◆ Task item: For the records below, output each line exactly as it appears, from the first through the line with "type Values = Readonly<Record<string, unknown>>".

Records from a data source:
☆ ☆ ☆ ☆

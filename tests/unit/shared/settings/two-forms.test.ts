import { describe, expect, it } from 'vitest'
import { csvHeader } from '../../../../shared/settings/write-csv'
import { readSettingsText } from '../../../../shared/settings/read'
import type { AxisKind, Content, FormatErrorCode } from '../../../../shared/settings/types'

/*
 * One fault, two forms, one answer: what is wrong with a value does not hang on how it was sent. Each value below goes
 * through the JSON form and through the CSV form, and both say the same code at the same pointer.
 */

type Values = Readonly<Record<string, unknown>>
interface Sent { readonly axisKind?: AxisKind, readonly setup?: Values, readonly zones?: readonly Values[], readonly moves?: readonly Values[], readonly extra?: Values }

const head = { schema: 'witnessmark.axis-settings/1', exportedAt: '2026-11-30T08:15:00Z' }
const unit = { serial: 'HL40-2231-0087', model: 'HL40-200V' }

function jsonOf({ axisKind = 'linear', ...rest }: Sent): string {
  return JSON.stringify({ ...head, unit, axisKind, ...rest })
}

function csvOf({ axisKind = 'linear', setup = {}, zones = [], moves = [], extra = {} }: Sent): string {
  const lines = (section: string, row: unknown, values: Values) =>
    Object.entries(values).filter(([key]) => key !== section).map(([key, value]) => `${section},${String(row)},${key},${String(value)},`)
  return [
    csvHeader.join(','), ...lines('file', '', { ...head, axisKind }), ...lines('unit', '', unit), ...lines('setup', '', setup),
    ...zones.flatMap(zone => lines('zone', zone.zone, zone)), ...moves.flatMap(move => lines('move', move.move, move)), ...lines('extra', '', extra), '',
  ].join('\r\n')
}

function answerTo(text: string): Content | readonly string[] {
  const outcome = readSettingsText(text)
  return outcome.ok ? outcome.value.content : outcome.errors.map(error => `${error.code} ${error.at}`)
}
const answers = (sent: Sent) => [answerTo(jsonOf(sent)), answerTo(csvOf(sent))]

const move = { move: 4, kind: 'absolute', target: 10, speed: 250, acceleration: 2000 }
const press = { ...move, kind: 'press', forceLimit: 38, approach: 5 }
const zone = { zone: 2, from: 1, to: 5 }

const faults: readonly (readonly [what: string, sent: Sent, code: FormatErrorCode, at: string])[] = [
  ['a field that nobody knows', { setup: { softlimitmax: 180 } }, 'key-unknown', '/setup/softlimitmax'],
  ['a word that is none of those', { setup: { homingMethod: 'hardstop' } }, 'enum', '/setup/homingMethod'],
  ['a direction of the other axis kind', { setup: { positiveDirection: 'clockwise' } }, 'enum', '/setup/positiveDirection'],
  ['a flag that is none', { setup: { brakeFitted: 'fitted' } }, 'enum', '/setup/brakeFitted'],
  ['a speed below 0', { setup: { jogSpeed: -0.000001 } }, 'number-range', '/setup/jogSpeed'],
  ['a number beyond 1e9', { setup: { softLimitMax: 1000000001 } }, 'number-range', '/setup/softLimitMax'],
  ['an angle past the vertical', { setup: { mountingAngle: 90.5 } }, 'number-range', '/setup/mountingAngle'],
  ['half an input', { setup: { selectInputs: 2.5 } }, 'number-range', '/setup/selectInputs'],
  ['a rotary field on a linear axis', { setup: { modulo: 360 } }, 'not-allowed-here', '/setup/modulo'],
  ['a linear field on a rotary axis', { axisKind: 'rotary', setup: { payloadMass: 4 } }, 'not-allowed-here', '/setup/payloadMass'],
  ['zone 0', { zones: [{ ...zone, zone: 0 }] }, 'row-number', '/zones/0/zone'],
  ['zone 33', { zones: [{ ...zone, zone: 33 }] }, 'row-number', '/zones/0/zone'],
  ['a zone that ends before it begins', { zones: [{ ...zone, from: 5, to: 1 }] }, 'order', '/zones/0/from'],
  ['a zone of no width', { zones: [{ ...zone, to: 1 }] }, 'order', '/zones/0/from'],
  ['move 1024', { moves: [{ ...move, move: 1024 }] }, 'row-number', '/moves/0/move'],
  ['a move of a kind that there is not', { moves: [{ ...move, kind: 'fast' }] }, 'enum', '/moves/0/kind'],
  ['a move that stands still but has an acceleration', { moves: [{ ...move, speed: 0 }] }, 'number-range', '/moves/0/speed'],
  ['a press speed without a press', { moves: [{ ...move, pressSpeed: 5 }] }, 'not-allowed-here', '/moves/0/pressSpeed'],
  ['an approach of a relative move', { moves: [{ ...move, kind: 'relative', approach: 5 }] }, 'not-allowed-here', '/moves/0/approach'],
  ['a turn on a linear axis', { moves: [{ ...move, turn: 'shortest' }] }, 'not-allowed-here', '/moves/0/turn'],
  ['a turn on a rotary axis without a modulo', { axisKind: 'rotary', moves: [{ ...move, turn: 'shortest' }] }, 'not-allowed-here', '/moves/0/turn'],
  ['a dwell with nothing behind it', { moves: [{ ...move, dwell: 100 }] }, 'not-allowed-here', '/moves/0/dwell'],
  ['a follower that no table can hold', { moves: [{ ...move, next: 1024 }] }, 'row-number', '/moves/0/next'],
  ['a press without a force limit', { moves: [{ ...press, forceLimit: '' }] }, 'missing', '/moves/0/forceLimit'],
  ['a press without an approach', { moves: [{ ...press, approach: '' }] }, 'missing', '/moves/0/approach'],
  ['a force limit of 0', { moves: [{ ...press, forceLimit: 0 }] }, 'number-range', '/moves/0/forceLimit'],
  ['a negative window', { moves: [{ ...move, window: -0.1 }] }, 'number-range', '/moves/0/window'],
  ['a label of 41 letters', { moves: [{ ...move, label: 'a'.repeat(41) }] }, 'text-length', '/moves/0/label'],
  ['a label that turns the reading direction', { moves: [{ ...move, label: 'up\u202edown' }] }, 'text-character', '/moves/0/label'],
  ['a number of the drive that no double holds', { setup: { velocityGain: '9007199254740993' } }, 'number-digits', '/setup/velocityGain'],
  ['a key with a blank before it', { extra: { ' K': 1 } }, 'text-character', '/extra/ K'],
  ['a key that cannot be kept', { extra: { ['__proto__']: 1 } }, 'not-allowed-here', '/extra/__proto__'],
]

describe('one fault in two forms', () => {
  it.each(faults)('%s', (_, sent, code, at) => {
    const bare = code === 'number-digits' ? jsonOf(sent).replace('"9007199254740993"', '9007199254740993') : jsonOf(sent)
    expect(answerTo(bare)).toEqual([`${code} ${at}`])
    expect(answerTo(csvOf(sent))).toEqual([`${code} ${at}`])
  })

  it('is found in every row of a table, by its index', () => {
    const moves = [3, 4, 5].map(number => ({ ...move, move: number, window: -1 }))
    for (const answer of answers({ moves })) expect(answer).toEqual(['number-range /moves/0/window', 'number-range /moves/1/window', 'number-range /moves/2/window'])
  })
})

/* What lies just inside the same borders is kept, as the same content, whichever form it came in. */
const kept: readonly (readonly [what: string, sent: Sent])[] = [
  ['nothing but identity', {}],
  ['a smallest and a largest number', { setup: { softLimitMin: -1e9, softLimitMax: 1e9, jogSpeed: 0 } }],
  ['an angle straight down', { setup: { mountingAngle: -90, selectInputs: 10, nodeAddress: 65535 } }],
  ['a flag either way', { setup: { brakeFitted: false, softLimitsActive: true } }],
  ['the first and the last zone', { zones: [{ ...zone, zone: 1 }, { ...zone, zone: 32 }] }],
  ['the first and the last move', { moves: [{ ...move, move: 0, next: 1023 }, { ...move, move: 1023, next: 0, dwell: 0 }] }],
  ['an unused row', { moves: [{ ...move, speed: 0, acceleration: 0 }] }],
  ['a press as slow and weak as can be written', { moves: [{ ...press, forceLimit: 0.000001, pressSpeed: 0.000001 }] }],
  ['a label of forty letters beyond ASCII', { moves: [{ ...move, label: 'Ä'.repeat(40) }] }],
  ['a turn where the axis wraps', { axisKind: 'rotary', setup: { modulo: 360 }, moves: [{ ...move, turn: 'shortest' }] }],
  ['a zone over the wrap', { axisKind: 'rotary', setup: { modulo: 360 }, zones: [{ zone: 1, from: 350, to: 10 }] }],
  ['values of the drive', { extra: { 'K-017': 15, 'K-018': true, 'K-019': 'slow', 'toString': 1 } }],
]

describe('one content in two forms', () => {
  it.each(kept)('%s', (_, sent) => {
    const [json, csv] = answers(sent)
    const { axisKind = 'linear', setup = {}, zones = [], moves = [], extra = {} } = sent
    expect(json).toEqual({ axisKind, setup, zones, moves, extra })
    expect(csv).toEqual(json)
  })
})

☆ ☆ ☆ ☆

◆ Solution to this exercise:
filename tests/unit/shared/settings/two-forms.test.ts
import { describe, expect, it } from 'vitest'
import { csvHeader } from '../../../../shared/settings/write-csv'
import { readSettingsText } from '../../../../shared/settings/read'
import type { AxisKind, Content, FormatErrorCode } from '../../../../shared/settings/types'

/*
 * One fault, two forms, one answer: what is wrong with a value does not hang on how it was sent. Each value below goes
 * through the JSON form and through the CSV form, and both say the same code at the same pointer.
 */

type Values = Readonly<Record<string, unknown>>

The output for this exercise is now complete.